Formation and movement of multiple fire whirls

Abstract

This paper presents an experimental study on the formation and movement characteristics of multiple fire whirls on the line fire under different slope angles (θ). Experiments were performed in a rotating screen facility with independently controlled heat release rate per unit length (Q˙l) and shear wind speed (us). The evolution of the line fire under different shear wind speeds and slope angles involved six regimes, including free line fire, interacting line fire, moving fire whirls, stationary fire whirls, stationary unstable fire whirls, and moving unstable fire whirls. The critical us for the formation and movement of fire whirls decreased roughly with increasing θ. The moving fire whirl would become stationary when us reached the critical value, which may be explained by the balance between the buoyancy-induced velocity and us. A correlation was proposed for predicting the critical shear wind speed of the stationary fire whirl on the sloped surface. The spacing between adjacent fire whirls increased steadily with us under various θ, and the dimensionless spacing depended on the dimensionless us by the 0.5 power law for all θ. The formation frequency of the moving fire whirl increased steadily with θ, and was inversely proportional to us.
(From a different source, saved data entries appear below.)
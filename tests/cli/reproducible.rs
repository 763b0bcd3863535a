//! Same inputs, same bytes: outputs and receipts do not depend on the machine's
//! state (thread count, working directory, spec format, what the cache holds,
//! interrupted or concurrent runs, sharding), and the cache only ever saves
//! work, never changes a number.

use std::path::{Path, PathBuf};
use std::process::{Command, ExitStatus, Stdio};
use std::time::{Duration, Instant};

use tempfile::TempDir;

use crate::{demo, util};

/// Every task of the demo spec: 5 candidates × 341 (below).
const DEMO_FITS: usize = 1705;
/// The main selection's tasks alone: 5 candidates × (30 folds + 1 full fit);
/// the rest are nested cross-validation's.
const MAIN_FITS: usize = 155;
/// One demo candidate's fits: 10 folds × 3 repeats + 1 full fit, and the
/// same again inside each of the 10 outer folds of nested cross-validation:
/// 31 + 10 × 31.
const DEMO_FITS_PER_CANDIDATE: usize = 341;
/// Every task of the generated spec: 2 candidates × (30 folds + 1 full fit).
const SYNTHETIC_FITS: usize = 62;

/// A `heldout` command in `dir` that cannot pick up a cache folder from the
/// caller's environment (a test must never write outside its temporary dir).
fn command_in(dir: &Path, args: &[&str]) -> Command {
    let mut command = util::heldout();
    command
        .current_dir(dir)
        .args(args)
        .env_remove("HELDOUT_CACHE");
    command
}

/// Runs `heldout` with `args` in `dir`: (status, stdout, stderr).
fn heldout(dir: &Path, args: &[&str]) -> (ExitStatus, String, String) {
    let output = command_in(dir, args)
        .output()
        .expect("the heldout binary could not be started");
    (
        output.status,
        String::from_utf8_lossy(&output.stdout).into_owned(),
        String::from_utf8_lossy(&output.stderr).into_owned(),
    )
}

/// Runs `heldout` and insists that it succeeded; returns stderr.
fn heldout_ok(dir: &Path, args: &[&str]) -> String {
    let (status, stdout, stderr) = heldout(dir, args);
    assert!(
        status.success(),
        "heldout {args:?} in {} failed ({status}):\n{stdout}{stderr}",
        dir.display()
    );
    stderr
}

/// The demo spec and data in `dir` (repository layout), without the committed
/// receipt, so that a receipt found later was written by the test's own run.
fn demo_tree(dir: &Path) {
    demo::copy_demo(dir);
    std::fs::remove_file(dir.join("specs/heat-demand.receipt.toml")).unwrap();
}

/// The three files a run writes, as text.
#[derive(Debug, PartialEq, Eq)]
struct Artifacts {
    results: String,
    report: String,
    receipt: String,
}

fn read(path: &Path) -> String {
    std::fs::read_to_string(path).unwrap_or_else(|e| panic!("cannot read {}: {e}", path.display()))
}

/// Reads the outputs of experiment `name` under `out` and the receipt `receipt`.
fn artifacts(out: &Path, name: &str, receipt: &Path) -> Artifacts {
    Artifacts {
        results: read(&out.join(name).join("results.json")),
        report: read(&out.join(name).join("report.md")),
        receipt: read(receipt),
    }
}

/// The demo's artifacts in a tree laid out like the repository.
fn demo_artifacts(dir: &Path) -> Artifacts {
    artifacts(
        &dir.join("out"),
        "heat-demand",
        &dir.join("specs/heat-demand.receipt.toml"),
    )
}

/// A fresh tree with the demo, run once from its root with default settings.
fn demo_baseline() -> (TempDir, Artifacts) {
    let dir = tempfile::tempdir().unwrap();
    demo_tree(dir.path());
    let stderr = heldout_ok(dir.path(), &["run", "specs/heat-demand.toml"]);
    assert_eq!(util::fit_counts(&stderr), (DEMO_FITS, 0), "a fresh cache");
    let found = demo_artifacts(dir.path());
    (dir, found)
}

/// Anything in a cache folder that is not a whole pack (left-over
/// temporaries, or files of another layout).
fn cache_strays(cache: &Path) -> Vec<PathBuf> {
    let mut found = Vec::new();
    for item in std::fs::read_dir(cache).unwrap() {
        let path = item.unwrap().path();
        if path.file_name().is_some_and(|n| n == "packs") {
            for file in std::fs::read_dir(&path).unwrap() {
                let file = file.unwrap().path();
                if file.extension().is_none_or(|e| e != "pack") {
                    found.push(file);
                }
            }
        } else {
            found.push(path);
        }
    }
    found
}
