// An interrupted run exits 3 and leaves a readable, resumable result file; --resume then
// continues from the saved state to the periodic steady state.
#include <catch2/catch.hpp>

#include <chrono>
#include <csignal>
#include <cstdio>
#include <fmt/format.h>
#include <fstream>
#include <sys/wait.h>
#include <thread>
#include <unistd.h>

#include "solver/output/Hdf5File.hpp"

using namespace coldtip;

namespace {

//! Start `coldtip run` on `case_file` writing `out`; returns the child's pid.
pid_t startRun(const std::string& case_file, const std::string& out)
{
    const pid_t pid = fork();
    if (pid == 0) {
        const std::string exe = COLDTIP_EXE;
        execl(exe.c_str(), exe.c_str(), "run", case_file.c_str(), "-o", out.c_str(), "--quiet",
              static_cast<char*>(nullptr));
        _exit(127);
    }
    return pid;
}

int exitCode(pid_t pid)
{
    int status = 0;
    waitpid(pid, &status, 0);
    return WIFEXITED(status) ? WEXITSTATUS(status) : -1;
}

} // namespace

TEST_CASE("an interrupted run exits 3 with a readable file that --resume continues",
          "[cli]")
{
    // Plain integration of the small regenerator takes thousands of cycles: long enough to
    // be interrupted after a second.
    const std::string plain = "interrupt-test-case.yaml";
    {
        std::ifstream in(COLDTIP_TEST_DATA "/steady/small-regenerator.yaml");
        std::ofstream outfile(plain);
        std::string line;
        while (std::getline(in, line)) {
            if (line.find("steady:") != std::string::npos)
                line = "  steady: {method: plain, max_cycles: 20000}";
            outfile << line << "\n";
        }
    }
    const std::string out = "interrupt-test.h5";
    std::remove(out.c_str());
    const pid_t pid = startRun(plain, out);
    std::this_thread::sleep_for(std::chrono::milliseconds(1500));
    kill(pid, SIGINT);
    CHECK(exitCode(pid) == 3);
    long cycles = 0;
    {
        Hdf5Reader r(out);
        CHECK(r.stringAttribute("/summary", "status") == "interrupted");
        cycles = r.longAttribute("/state", "cycles");
        CHECK(cycles > 0);
        CHECK(r.doubles("/state/y").size() > 0);
    }
    // Resume with the accelerated solver: it starts from the saved state and converges.
    const std::string resume = fmt::format("{} run {}/steady/small-regenerator.yaml -o {} "
                                           "--resume --quiet",
                                           COLDTIP_EXE, COLDTIP_TEST_DATA, out);
    const int status = std::system(resume.c_str());
    REQUIRE(WIFEXITED(status));
    CHECK(WEXITSTATUS(status) == 0);
    Hdf5Reader r(out);
    CHECK(r.stringAttribute("/summary", "status") == "converged");
    CHECK(r.longAttribute("/state", "period_index") > cycles);
    std::remove(out.c_str());
    std::remove(plain.c_str());
}
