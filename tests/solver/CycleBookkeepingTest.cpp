// Conservation over whole cycles of the demo cooler, from its initial state (far from the
// periodic steady state, so the stored energy still changes from cycle to cycle): the gas
// mass is constant, and the work and heat that cross the machine's boundary equal the
// change of the energy stored in its gas and solids. On every cycle with net refrigeration
// the COP stays below Carnot's.
#include <catch2/catch.hpp>

#include <cmath>
#include <fstream>
#include <sstream>

#include "solver/cycle/CycleMetrics.hpp"
#include "tests/solver/SolverTestSupport.hpp"

using namespace coldtip;

namespace {

std::string demoText()
{
    std::ifstream in(COLDTIP_CASES "/ge-spectrometer-85K.yaml");
    std::stringstream s;
    s << in.rdbuf();
    return s.str();
}

//! Energy stored in the machine: gas internal energy plus solid internal energy [J].
double storedEnergy(const Network& net, std::span<const double> y)
{
    double U = 0.0;
    for (const GasCell& c : net.cells()) U += y[c.offset + 1];
    for (std::size_t s = 0; s < net.solids().size(); ++s)
        U += net.solidEnergy(static_cast<int>(s), y[net.solids()[s].offset]);
    return U;
}

struct Bookkeeping {
    int cycles = 0;
    int refrigerating = 0;  //!< cycles with positive cooling power
    double worst_mass = 0.0;   //!< max |relative mass change| per cycle
    double worst_energy = 0.0; //!< max |W + Q - dU| / |W| per cycle
    double best_carnot_fraction = -1e300;
};

//! Runs `n` cycles of the case from its initial state, checking every one.
Bookkeeping checkCycles(const CaseDescription& d, int n)
{
    Machine machine(d);
    const Network& net = machine.network();
    CycleRunner runner(machine, CycleRunner::optionsFor(machine));
    runner.start(0, machine.initialState());
    Bookkeeping b;
    for (int k = 1; k <= n; ++k) {
        const CycleRecord r = runner.runCycle();
        const CycleMetrics m = cycleMetrics(machine, r);
        const double period = r.t_end - r.t_start;
        INFO(d.source_path << ", cycle " << k);

        const double M0 = net.totalMass(r.start_state), M1 = net.totalMass(r.end_state);
        const double mass_change = std::abs(M1 - M0) / M0;
        CHECK(mass_change < 1e-10);
        CHECK(std::abs(m.mass_change) < 1e-10);

        // First law for the machine as a closed system over one cycle (common practice):
        // PV work + heat in - heat out = change of stored energy.
        const double W = m.pv_power * period;
        const double Q = m.external_heat_in * period;
        const double dU = storedEnergy(net, r.end_state) - storedEnergy(net, r.start_state);
        const double energy_error = std::abs(W + Q - dU) / std::abs(W);
        INFO("W = " << W << " J, Q = " << Q << " J, dU = " << dU << " J");
        CHECK(energy_error < 1e-3);

        // Second law: COP <= T_c / (T_h - T_c) (Carnot; physics.md §7.3).
        const double Tc = m.cold_temperature, Th = m.reject_temperature;
        REQUIRE(Th > Tc);
        if (m.cooling_power > 0.0) {
            ++b.refrigerating;
            CHECK(m.cop < Tc / (Th - Tc));
            CHECK(m.carnot_fraction < 1.0);
            b.best_carnot_fraction = std::max(b.best_carnot_fraction, m.carnot_fraction);
        }
        b.worst_mass = std::max(b.worst_mass, mass_change);
        b.worst_energy = std::max(b.worst_energy, energy_error);
        ++b.cycles;
    }
    return b;
}

} // namespace

TEST_CASE("demo cooler conserves mass and closes its energy balance over every cycle",
          "[physics]")
{
    const CaseDescription d = input::parseCaseText(demoText(), "ge-spectrometer-85K.yaml");
    const Bookkeeping b = checkCycles(d, 5);
    CHECK(b.cycles == 5);
    // The worst cycle, for the record (each cycle is checked above).
    CHECK(b.worst_mass < 1e-10);
    CHECK(b.worst_energy < 1e-3);
}

TEST_CASE("demo cooler with a 250 K cold end refrigerates below the Carnot COP",
          "[physics]")
{
    // The demo's cold end at 85 K gives no net refrigeration within the first hundred cycles
    // (the regenerator profile is still forming); held at 250 K it refrigerates early.
    std::string text = demoText();
    const std::string cold = "wall: {temperature: 85 K}";
    const auto at = text.find(cold);
    REQUIRE(at != std::string::npos);
    text.replace(at, cold.size(), "wall: {temperature: 250 K}");
    const CaseDescription d = input::parseCaseText(text, "cold-end-250K.yaml");
    const Bookkeeping b = checkCycles(d, 12);
    CHECK(b.refrigerating >= 3);
    CHECK(b.best_carnot_fraction < 1.0);
}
The variation of the average moving speed of the fire whirls with us differed among different θ. The average moving speed decreased steadily with us for the relatively low slope angles (θ ≤ 15°), and increased first and then decreased with us for the relatively large slope angles (θ ≥ 20°). The steady decrease of the flame height with the large us was associated with the apparent bulge structure at the flame tip, and the critical us for the occurrence of the bulge structure decreased at the relatively large slope angles (θ ≥ 20°).